Published on 03:07 PM, November 19, 2014

8 reasons why NKorea should be charged with crimes against humanity

8 reasons why NKorea should be charged with crimes against humanity

Kim Jong-Un
Kim Jong-Un

Compiled from a year's worth of testimony from former residents of North Korea, Judge Michael Kirby's report into human rights abuses by Pyongyang runs to some 372 pages, reports a UK-based daily The Telegraph.

As he put it: "I have been a judge for a very long time and I'm pretty hardened to testimony. But the testimony... brought tears to my eyes on several occasions."

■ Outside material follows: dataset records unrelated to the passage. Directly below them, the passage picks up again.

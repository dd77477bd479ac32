/**
 * Rack files (shared/sources/rack.ts): read one given on the command line into station
 * configs, and keep the saved rack next to the database so the stations come back after a
 * restart with the same ids and profiles.
 */
import { existsSync, readFileSync, renameSync, writeFileSync } from 'node:fs';
import { dirname, isAbsolute, resolve } from 'node:path';
import type { z } from 'zod';
import { rackFileSchema, type RackFile, type RackStation } from '@shared/sources/rack';
import { sourceFromPort, type StationConfig } from '@shared/sources/schemas';
import { getScenario } from '../simulator/scenarios';
import type { StationManager } from '../station/types';
import { InputFileError } from './input-file-error';
import { readValidatedProfileJson, resolveProfileJson } from './profile-file';

export const DEFAULT_BAUD = 115200;

function issues(error: z.ZodError): string {
  return error.issues
    .slice(0, 3)
    .map((i) => `${i.path.length ? i.path.join('.') : '(root)'}: ${i.message}`)
    .join('; ');
}

/** Reads and checks a rack file; every failure is one line naming the file and the key. */
export function readRackFile(path: string): RackFile {
  let text: string;
  try {
    text = readFileSync(path, 'utf8');
  } catch (err) {
    const code = (err as NodeJS.ErrnoException).code;
    throw new InputFileError(
      code === 'ENOENT'
        ? `no such rack file: ${path}`
        : `cannot read rack file ${path}: ${(err as Error).message}`,
    );
  }
  let json: unknown;
  try {
    json = JSON.parse(text);
  } catch (err) {
    throw new InputFileError(`rack file ${path} is not valid JSON: ${(err as Error).message}`);
  }
  const parsed = rackFileSchema.safeParse(json);
  if (!parsed.success)
    throw new InputFileError(`rack file ${path} refused (nothing was started): ${issues(parsed.error)}`);
  return parsed.data;
}

/**
 * Station configs for rack entries. Profiles named by file are read relative to `baseDir`;
 * ids not given are made from the port or scenario, and a repeated id is refused.
 */
export function rackToStations(entries: RackStation[], baseDir: string, origin: string): StationConfig[] {
  const configs: StationConfig[] = [];
  const ids = new Set<string>();
  entries.forEach((entry, index) => {
    const where = `${origin}: station ${index + 1}${entry.id ? ` (${entry.id})` : ''}`;
    let config: StationConfig;
    if (entry.simulate !== undefined) {
      let scenario;
      try {
        scenario = getScenario(entry.simulate);
      } catch (err) {
        throw new InputFileError(`${where}: ${(err as Error).message}`);
      }
      config = {
        id: entry.id ?? `sim-${scenario.name}`,
        label: entry.label ?? `Simulated: ${scenario.name}`,
        source: { kind: 'simulator', scenario: scenario.name, speedup: entry.speedup },
        profile: profileOf(entry.profile, baseDir, where) ?? scenario.profile,
      };
    } else {
      let source;
      try {
        source = sourceFromPort(entry.port!, entry.baud ?? DEFAULT_BAUD);
      } catch (err) {
        throw new InputFileError(`${where}: ${(err as Error).message}`);
      }
      config = {
        id: entry.id ?? `station-${index + 1}`,
        label: entry.label ?? entry.port,
        source,
        profile: profileOf(entry.profile, baseDir, where),
      };
    }
    let id = config.id;
    for (let n = 2; ids.has(id) && entry.id === undefined; n++) id = `${config.id}-${n}`;
    if (ids.has(id))
      throw new InputFileError(`${where}: the id "${id}" is used twice; give each station its own id`);
    ids.add(id);
    configs.push({ ...config, id });
  });
  return configs;
}

function profileOf(profile: RackStation['profile'], baseDir: string, where: string): unknown {
  if (profile === undefined || profile === null) return null;
  if (typeof profile === 'string')
    return readValidatedProfileJson(isAbsolute(profile) ? profile : resolve(baseDir, profile));
  resolveProfileJson(profile, `${where}: profile`);
  return profile;
}

/** A station as a rack file entry; null for stations that come back by themselves (replays, remote). */
export function stationToRack(config: StationConfig): RackStation | null {
  const profile = (config.profile ?? null) as RackStation['profile'];
  const common = { id: config.id, ...(config.label !== undefined ? { label: config.label } : {}), profile };
  switch (config.source.kind) {
    case 'serial':
      return { ...common, port: config.source.path, baud: config.source.baudRate };
    case 'tcp':
      return { ...common, port: `tcp://${config.source.host}:${config.source.port}` };
    case 'simulator':
      return {
        ...common,
        simulate: config.source.scenario,
        ...(config.source.speedup !== undefined ? { speedup: config.source.speedup } : {}),
      };
    default:
      return null;
  }
}

/** Where serve keeps the rack of a database: `runs.sqlite` → `runs.rack.json` beside it. */
export function savedRackPath(dbPath: string): string {
  return `${dbPath.replace(/\.(sqlite3?|db)$/i, '')}.rack.json`;
}

/** The saved rack's stations, or none when there is no saved rack yet. */
export function readSavedRack(path: string): StationConfig[] {
  if (!existsSync(path)) return [];
  return rackToStations(readRackFile(path).stations, dirname(path), `saved rack ${path}`);
}

/**
 * Keeps the saved rack in step with the stations: written (atomically: a temporary file
 * renamed over it) when a station is added or removed, when a profile changes (checked every
 * few seconds) and at stop.
 */
export function keepSavedRack(
  manager: StationManager,
  path: string,
  onProblem: (message: string) => void,
  checkEveryMs = 2000,
): { save(): void; stop(): void } {
  let lastText: string | null = existsSync(path) ? readFileSync(path, 'utf8') : null;
  let failing = false;
  const save = () => {
    const stations = manager
      .list()
      .map((s) => manager.configOf(s.id))
      .map((c) => (c ? stationToRack(c) : null))
      .filter((s): s is RackStation => s !== null);
    const text = `${JSON.stringify({ stations } satisfies RackFile, null, 2)}\n`;
    if (text === lastText) return;
    try {
      writeFileSync(`${path}.tmp`, text);
      renameSync(`${path}.tmp`, path);
      lastText = text;
      failing = false;
    } catch (err) {
      if (!failing) onProblem(`could not save the rack to ${path}: ${(err as Error).message}; retrying`);
      failing = true;
    }
  };
  const onChange = () => save();
  manager.on('station-added', onChange);
  manager.on('station-removed', onChange);
  const timer = setInterval(save, checkEveryMs);
  timer.unref();
  return {
    save,
    stop() {
      clearInterval(timer);
      manager.off('station-added', onChange);
      manager.off('station-removed', onChange);
    },
  };
}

The following are a selection of the abuses that he personally found most disturbing.

RACIAL PURITY

The regime, which believes in a "pure Korean race", disapproves of ethnically mixed children, especially those conceived to men from neighbouring China, where many North Koreans seek refuge and are then sent home. One witness saw officials put a repatriated woman's new-born baby in a bucket and take it away. They said it “does not deserve to live because it is impure”.

STARVING NATION

During North Korea's great famine in the 1990s, between 600,000 and 2.5 million people died of hunger as the regime obstructed the delivery of aid to the worst-affected regions and punished those who tried to earn or smuggle in food to survive.

STUNTED GENERATION

Between 2003 and 2008, 45 per cent of children under five in the DPRK were stunted due to malnutrition. Kirby's report said: "causing or aggravating prolonged and severe starvation to large numbers of people, with the knowledge that this will result in starvation and related severe suffering in the ordinary course of events, can constitute an inhumane act of a nature amounting to a crime against humanity."

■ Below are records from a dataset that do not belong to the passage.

/**
 * Two station managers seen as one: the recording manager for live stations and a second,
 * not recording, for replays of recorded runs (a replay must not record a copy of its run).
 * The service and its views see a single list of stations.
 */
import { EventEmitter } from 'node:events';
import type { StationConfig, StationManager, StationManagerEvents, StationSnapshot } from '../station/types';

const EVENTS: (keyof StationManagerEvents)[] = [
  'station-added',
  'station-removed',
  'sample',
  'event',
  'line',
  'source',
  'problem',
];

export function combineStationManagers(
  live: StationManager,
  replays: StationManager,
  isReplay: (config: StationConfig) => boolean,
): StationManager {
  const emitter = new EventEmitter<StationManagerEvents>();
  emitter.setMaxListeners(0);
  const forward = emitter.emit.bind(emitter) as (name: string, ...args: unknown[]) => boolean;
  for (const manager of [live, replays]) {
    for (const name of EVENTS) manager.on(name, ((...args: unknown[]) => forward(name, ...args)) as never);
  }
  const owner = (stationId: string): StationManager => {
    if (live.get(stationId)) return live;
    if (replays.get(stationId)) return replays;
    throw new Error(`no station "${stationId}"`);
  };

  return Object.assign(emitter, {
    async addStation(config: StationConfig): Promise<StationSnapshot> {
      if (live.get(config.id) || replays.get(config.id))
        throw new Error(`a station "${config.id}" already exists`);
      return (isReplay(config) ? replays : live).addStation(config);
    },
    removeStation: (stationId: string) => owner(stationId).removeStation(stationId),
    list: () => [...live.list(), ...replays.list()],
    get: (stationId: string) => live.get(stationId) ?? replays.get(stationId),
    send: (stationId: string, text: string, ending: '\n' | '\r\n' | '\r' | '') =>
      owner(stationId).send(stationId, text, ending),
    setProfile: (stationId: string, profile: unknown) => owner(stationId).setProfile(stationId, profile),
    profileJsonOf: (stationId: string) => owner(stationId).profileJsonOf?.(stationId) ?? null,
    async close() {
      await Promise.all([live.close(), replays.close()]);
    },
  }) as StationManager;
}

ECHOES OF NAZI DEATH CAMPS

According to one witness, Kim Gwang-il, there were hundreds of deaths during his two years and five months at Ordinary Prison Camp No. 12. Kim was himself involved in the disposal of the bodies of over 100 prisoners, whose bodies would be heaved on a large cart and driven away to be burnt. The ash used as fertiliser.

Kirby said: "These images reminded me of what awaited General Eisenhower and General Montgomery when they arrived at the camps in occupied Europe in 1945."

FORCED CONFESSIONS

Children in North Korea are introduced at an early age to “confession and criticism” sessions. Children gather in groups weekly and take turns standing up and showing how they were living in accordance with the teachings of the Kim philosophy. They are also expected to describe the failings of at least one of their peers in the same group. Until they identify someone for criticism, they are not allowed to stand down.

MASS RITUALS

100,000 children take part every year in the Mass Games, a minutely-choreographed display in honour of the regime. Training lasts for ten hours a day over six months, and is so intense that some participants faint from exhaustion. A boy who died as a result of training during acute appendicitis was treated as a hero because he had dedicated his entire life for an event in the presence of Kim Jong-il.

TRIVIAL TERROR

Some North Korean exiles have faced torture and imprisonment "for doing nothing more than watching foreign soap operas on DVDs", according to Kirby.

KIDNAPPINGS

The North Korean regime is estimated to have kidnapped 200,000 foreigners since 1950, including women abducted so they could be taken as wives. One girl, Megumi Yokota, 13, vanished on her way home from school in Japan in 1977, and was one of 13 Japanese that Kim Jong-il later admitted to kidnapping to help train spies. Pyongyang has said eight of them are dead, including Megumi.